More Active Ingredients in Plants Than Previously Suspected, 15,000 on Average in Each

Here's a reason not to peel tomatoes: A new method of plant analysis, developed at the Weizmann Institute of Science, has identified healthful antioxidants in tomato skins. In fact, as reported recently in Nature Communications, the new method reveals that biologically active plant substances typically associated with particular plant species -- including those providing health benefits -- are much more prevalent across the plant kingdom than was previously thought.

Plants produce, in total, an estimated million-plus organic chemicals, and each plant is believed to contain as many as 15,000, on average. To address the challenge of identifying the majority of such "specialized metabolites" in any given plant, Dr. Nir Shahaf and other members of a team headed by Prof. Asaph Aharoni of Weizmann's Plant and Environmental Sciences Department created a database of plant metabolites, called WeizMass. Shahaf then developed a computer tool, MatchWeiz, which makes it possible to identify the metabolites by checking experimental results from the metabolic analysis of a particular plant against the database.
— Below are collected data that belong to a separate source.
// The owner attaches a photo to a message; the technician sees it in the job's thread and the owner's
// request photos, dial-scale ends and phone on the triage tab; the technician answers and the owner finds the
// answer marked new, at desktop width and on a phone. Images are checked as drawn (naturalWidth > 0): a
// broken image has none.
import type { Browser, Locator } from "playwright-core";
import sharp from "sharp";
import { afterAll, beforeAll, describe, expect, it } from "vitest";
import { DEMO, newCustomer } from "../support/accounts";
import { launchBrowser, newContext, PHONE, signInPage, snap } from "../support/browser";
import { closeTestPool } from "../support/db";
import { jpegWithGps } from "../fixtures/images";
import { quoteBody, ticketFor } from "../fixtures/uploads";

let browser: Browser;
beforeAll(async () => {
  browser = await launchBrowser();
});
afterAll(async () => {
  await browser?.close();
  await closeTestPool();
});

const allDrawn = (imgs: Locator) =>
  imgs.evaluateAll(
    (els) => els.length > 0 && els.every((i) => (i as HTMLImageElement).complete && (i as HTMLImageElement).naturalWidth > 0),
  );

async function photo(color: string): Promise<Buffer> {
  return sharp({ create: { width: 640, height: 480, channels: 3, background: color } })
    .jpeg()
    .toBuffer();
}

describe("photos on the thread and on triage", () => {
  it("carries the owner's photos to the bench and the shop's answer back to the owner", async () => {
    const owner = await newCustomer("e2e-thread");
    const ticket = await ticketFor(owner.client, { name: "front.jpg", type: "image/jpeg", bytes: await photo("#9c3d1c") });
    const created = await owner.client.post(
      "/api/portal/jobs",
      quoteBody([ticket], {
        dialEnds: { MW: { low: "55", high: "160" } },
        contactPreference: "phone",
        phone: "+1 360 555 0199",
      }),
    );
    expect(created.status).toBe(201);
    const { jobId } = (await created.json()) as { jobId: string };

    // The owner writes with a phone photo (GPS and all) attached.
    const ownerCtx = await newContext(browser);
    const op = await ownerCtx.newPage();
    await signInPage(op, owner.email, owner.password);
    await op.goto(`/portal/jobs/${jobId}`);
    const text = "The label inside the back cover, photographed just now.";
    await op.getByLabel("Write to the shop").fill(text);
    await op.locator("#message-photos").setInputFiles([{ name: "label.jpg", mimeType: "image/jpeg", buffer: await jpegWithGps() }]);
    await expect.poll(() => op.locator('li[data-status="done"]').count(), { timeout: 60_000 }).toBe(1);
    await op.getByRole("button", { name: "Send message" }).click();
    const mine = op.locator("ol > li", { hasText: text });
    await expect.poll(() => mine.count(), { timeout: 15_000 }).toBe(1);
    await expect.poll(() => allDrawn(mine.locator("img")), { timeout: 15_000 }).toBe(true);
    // The picker is empty again for the next message.
    await expect.poll(() => op.locator("li[data-status]").count()).toBe(0);
    await snap(op, "thread-01-owner-sent-photo");

    // The technician: request photos on triage drawn, contact and dial ends shown, the message new with its photo.
    const techCtx = await newContext(browser);
    const tp = await techCtx.newPage();
    await signInPage(tp, DEMO.tech.email, DEMO.tech.password);
    await tp.goto(`/bench/jobs/${jobId}`);
    const triagePhotos = tp.getByRole("list", { name: "Owner's photos" }).locator("img");
    await expect.poll(() => triagePhotos.count(), { timeout: 15_000 }).toBe(1);
    await expect.poll(() => allDrawn(triagePhotos), { timeout: 15_000 }).toBe(true);
    await expect.poll(() => tp.getByTestId("owner-contact").textContent()).toContain("+1 360 555 0199");
    await expect.poll(() => tp.getByTestId("owner-dial-ends").textContent()).toContain("MW: 55 – 160");
    const theirs = tp.locator("#thread-heading ~ ol > li", { hasText: text });
    await expect.poll(() => theirs.count(), { timeout: 15_000 }).toBe(1);
    expect(await theirs.getAttribute("data-unread")).toBe("true");
    await expect.poll(() => allDrawn(theirs.locator("img")), { timeout: 15_000 }).toBe(true);
    await snap(tp, "thread-02-bench-triage-and-thread");

    // The technician answers the owner; the job stays in its state.
    const answer = "Thank you: the chassis number matches the service sheet we have.";
    await tp.getByLabel("Message to the owner").fill(answer);
    await tp.getByRole("button", { name: "Send to the owner" }).click();
    await expect.poll(() => tp.locator("#thread-heading ~ ol > li", { hasText: answer }).count(), { timeout: 15_000 }).toBe(1);

    // Bench on a phone.
    const techPhone = await newContext(browser, PHONE);
    const tpp = await techPhone.newPage();
    await signInPage(tpp, DEMO.tech.email, DEMO.tech.password);
    await tpp.goto(`/bench/jobs/${jobId}`);
    await expect.poll(() => allDrawn(tpp.getByRole("list", { name: "Owner's photos" }).locator("img")), { timeout: 15_000 }).toBe(true);
    await snap(tpp, "thread-03-bench-phone");

    // The owner on a phone: the job list says there is news, the thread marks it new.
    const phone = await newContext(browser, PHONE);
    const pp = await phone.newPage();
    await signInPage(pp, owner.email, owner.password);
    await pp.goto("/portal");
    await expect.poll(() => pp.getByTestId("unread-messages").textContent(), { timeout: 15_000 }).toBe("1 new message");
    await snap(pp, "thread-04-owner-list-phone");
    await pp.goto(`/portal/jobs/${jobId}`);
    const reply = pp.locator("ol > li", { hasText: answer });
    await expect.poll(() => reply.count(), { timeout: 15_000 }).toBe(1);
    expect(await reply.getAttribute("data-unread")).toBe("true");
    await snap(pp, "thread-05-owner-reply-phone");
    // Seen once, it is no longer counted as new.
    await expect
      .poll(async () => {
        await pp.goto("/portal");
        return pp.getByTestId("unread-messages").count();
      })
      .toBe(0);

    for (const c of [ownerCtx, techCtx, techPhone, phone]) await c.close();
  });
});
This is a section of a ripe tomato sample showing the distribution of sucrose (orange) in the flesh and of an antioxidant (green) in the fruit skin tissue; mass spectrometry imaging (MSI) technology was used to map the molecules.

Credit: Weizmann Institute of Science

Using these new tools, the scientists identified more than twenty metabolites that had never before been reported in tomatoes, including certain antioxidants in the skin. When the researchers then compared the analysis of tomatoes with that of duckweed and the research model Arabidopsis thaliana, they discovered an overlap in specialized metabolite content among these strikingly different species.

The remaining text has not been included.